Easy Environment Creation: Using the Gymnasium gym.make interface, users can easily instantiate standard or custom Meta-World environments.

import gymnasium as gym
import metaworld # Registers Meta-World envs with Gymnasium

# Create a MT10 environment using the default V2 rewards
envs_mt10 = gym.make('Meta-World/MT10-v2', vector_strategy='sync', seed=42)

# Create a MT50 environment using V1 rewards
envs_mt50_v1 = gym.make('Meta-World/MT50-v1', vector_strategy='sync', seed=42)

# Create a custom MT benchmark with specific tasks and V2 rewards
custom_tasks = ['pick-place-v2', 'door-open-v2', 'drawer-close-v2']
envs_custom_mt = gym.make('Meta-World/MT-custom-v2', env_names=custom_tasks, vector_strategy='sync', seed=42)

# Create ML10 train/test environments using V2 rewards
train_envs_ml10 = gym.make('Meta-World/ML10-train-v2', vector_strategy='sync', seed=42)
test_envs_ml10 = gym.make('Meta-World/ML10-test-v2', vector_strategy='sync', seed=42)
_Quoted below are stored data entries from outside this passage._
/// Axisymmetric ring model of a winding; `None` for a polyline, which has no axis.
///
/// A helix of pitch p = length/turns places whole turn i at `origin + (i + 1/2) p axis`; a
/// spiral or cone places each turn at its mean radius and mean height (the curve at the middle of
/// the turn's parameter interval). A partial last turn of fraction f becomes a ring carrying f
/// times the current at the middle of its interval. A ring of N coincident turns is one ring
/// with weight N.
///
/// A tap ([`Winding::active_turn_range`]) keeps these turn boundaries (turn k is t in
/// [k/N, (k+1)/N]): the turns inside the active part are exactly the rings above, the turns
/// outside it are left out, and a turn the tap cuts becomes one ring carrying its active
/// fraction of a turn, at the radius and height of the curve at the middle of its active part.
/// `uniform_pitch_m` is kept only when the active part of a helix starts at a whole turn (its
/// rings then sit at `origin + (i + 1/2) p axis` with the origin moved to that turn).
pub fn ring_model(winding: &Winding) -> Option<RingModel> {
    let turns = match winding.shape {
        Shape::Ring { .. } | Shape::Polyline { .. } => 0.0,
        ref shape => shape.turns()?,
    };
    let (u0, u1) = winding.active_turn_range().unwrap_or((0.0, turns));
    ring_model_of_turns(winding, u0, u1)
}

/// The ring model of the part of `winding` from `u0` to `u1` turns from its start (0 <= u0 <
/// u1 <= turns), with the turn boundaries of the whole winding: the rings of
/// [`ring_model`] for a winding whose current flows there only (a tap, or one section of a
/// secondary cut into sections for the resonance model). A ring's model is itself whatever the
/// range; `None` for a polyline.
pub fn ring_model_of_turns(winding: &Winding, u0: f64, u1: f64) -> Option<RingModel> {
    let (origin_m, axis) = winding.shape.origin_axis()?;
    let wire_radius_m = winding.wire_radius_m();
    if let Shape::Ring {
        radius_m, count, ..
    } = winding.shape
    {
        return Some(RingModel {
            origin_m,
            axis,
            rings: vec![Ring {
                centre_m: origin_m,
                radius_m,
                weight: f64::from(count),
            }],
            wire_radius_m,
            uniform_pitch_m: None,
        });
    }
    let turns = winding.shape.turns()?;
    let n_full = turns.floor() as usize;
    let tail = turns - n_full as f64;
    // A tail far below rounding of the turn count is noise from unit conversion, not a turn.
    let has_tail = tail > TURN_TOLERANCE;
    let mut rings = Vec::with_capacity(n_full + usize::from(has_tail));
    let mut push_turn = |t_start: f64, t_end: f64, weight: f64| {
        let t_mid = 0.5 * (t_start + t_end);
        let (r, h) = winding
            .shape
            .radius_height_at(t_mid)
            .expect("axisymmetric shape");
        rings.push(Ring {
            centre_m: origin_m + axis.as_ref() * h,
            radius_m: r,
            weight,
        });
    };
    // Turn k spans [k, k + 1] turns (the tail [n_full, turns]); `whole` is the turn's own ring,
    // computed as for an untapped winding so that a tap leaves whole turns bit for bit alone.
    let mut turn = |lo: f64, hi: f64, whole: (f64, f64, f64)| {
        if lo >= u0 && hi <= u1 {
            push_turn(whole.0, whole.1, whole.2);
        } else {
            let (a, b) = (lo.max(u0), hi.min(u1));
            if b > a {
                push_turn(a / turns, b / turns, b - a);
            }
        }
    };
    for i in 0..n_full {
        let (lo, hi) = (i as f64, (i + 1) as f64);
        turn(lo, hi, (lo / turns, hi / turns, 1.0));
    }
    if has_tail {
        turn(n_full as f64, turns, (n_full as f64 / turns, 1.0, tail));
    }
    // A helix's part that starts at a whole turn is again a uniform stack, from that turn.
    let (origin_m, uniform_pitch_m) = match winding.shape {
        Shape::Helix {
            length_m, turns, ..
        } if u0.fract() == 0.0 => {
            let pitch_m = length_m / turns;
            (origin_m + axis.as_ref() * (u0 * pitch_m), Some(pitch_m))
        }
        _ => (origin_m, None),
    };
    Some(RingModel {
        origin_m,
        axis,
        rings,
        wire_radius_m,
        uniform_pitch_m,
    })
}

/// 3-D filament model of a winding: the exact curve sampled at equal steps of angle
/// (`segments_per_turn` per turn, default [`DEFAULT_SEGMENTS_PER_TURN`]) and joined by straight
/// filaments. A polyline is taken as it is. Of a tapped winding only the active part
/// ([`Winding::active_range`]) is sampled, from its first point to its last, at the same density
/// (round(active turns x segments per turn) filaments).
pub fn filament_model(winding: &Winding) -> FilamentModel {
    filament_model_impl(winding)
}

/// Length (m) of a winding's wire centreline, all of it (a tap's idle part included): the one
/// figure every output prints. A helix's is exact, N sqrt((2 pi a)^2 + p^2) with pitch p; a
/// ring's N coincident circumferences; any other shape's is its filament chain's.
pub fn wire_length_m(winding: &Winding) -> f64 {
    let w = winding.without_tap();
    match w.shape {
        Shape::Helix {
            radius_m,
            length_m,
            turns,
            ..
        } => turns * (TAU * radius_m).hypot(length_m / turns),
        Shape::Ring {
            radius_m, count, ..
        } => TAU * radius_m * f64::from(count),
        _ => filament_model(&w).length_m(),
    }
}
Custom Task Sets: The MT-custom and ML-custom interfaces allow researchers to define specific subsets of tasks. This is invaluable for controlled experiments studying task similarity, transfer, or specific failure modes.

# Example of creating a custom ML benchmark train/test
custom_ml_tasks = ['reach-v2', 'push-v2', 'pick-place-v2']
train_envs_custom_ml = gym.make('Meta-World/ML-custom-train-v2', env_names=custom_ml_tasks, vector_strategy='sync', seed=42)
test_envs_custom_ml = gym.make('Meta-World/ML-custom-test-v2', env_names=custom_ml_tasks, vector_strategy='sync', seed=42) # Note: same tasks for custom ML

Evaluation Utilities: The library provides helper functions for standardized evaluation in both multi-task and meta-learning settings (Figure 4).
Computational Efficiency: The introduction of MT25/ML25 provides a middle ground in computational cost (e.g., MT25 training $\sim 12$ hours vs. MT50 $\sim 25$ hours on specified hardware), enabling faster experimentation cycles before scaling to the full benchmarks.
Need for Re-running Baselines: The paper strongly recommends researchers re-implement and run baseline algorithms on the standardized benchmark version they are using, rather than quoting potentially incomparable results from older publications. This ensures fair comparisons.

Limitations and Future Directions

While Meta-World+ standardizes the benchmark and improves usability, the empirical results reveal ongoing challenges:

Scaling multi-task performance to more tasks (MT50) remains difficult, potentially due to network capacity issues as suggested by the MTMHSAC performance drop on MT25 vs MT10 (Figure 8a). This aligns with findings that increasing parameters can help mitigate plasticity loss in multi-task settings [mclean2025multitask].
Meta-RL performance on task distributions like ML10/45 is modest, indicating significant room for improvement in generalization to truly novel tasks.

Future benchmark development should focus on:

Greater task diversity and compositional complexity (e.g., tasks requiring sequences of skills).
Benchmarks that interpolate between parametric variations (like ML1) and larger task distributions (ML10/45).
Exploring transfer across different robot morphologies [bohlinger2024one] or leveraging structured representations and world models [DBLP:journals/corr/abs-2301-04104, hansen2024tdmpc].

In summary, Meta-World+ is a crucial update that enhances reproducibility and usability of a key RL benchmark. It provides a stable foundation for future research in multi-task and meta-RL while empirically highlighting the importance of benchmark standardization, consistent reward design, and the need for further algorithmic advances to tackle complex, diverse task distributions.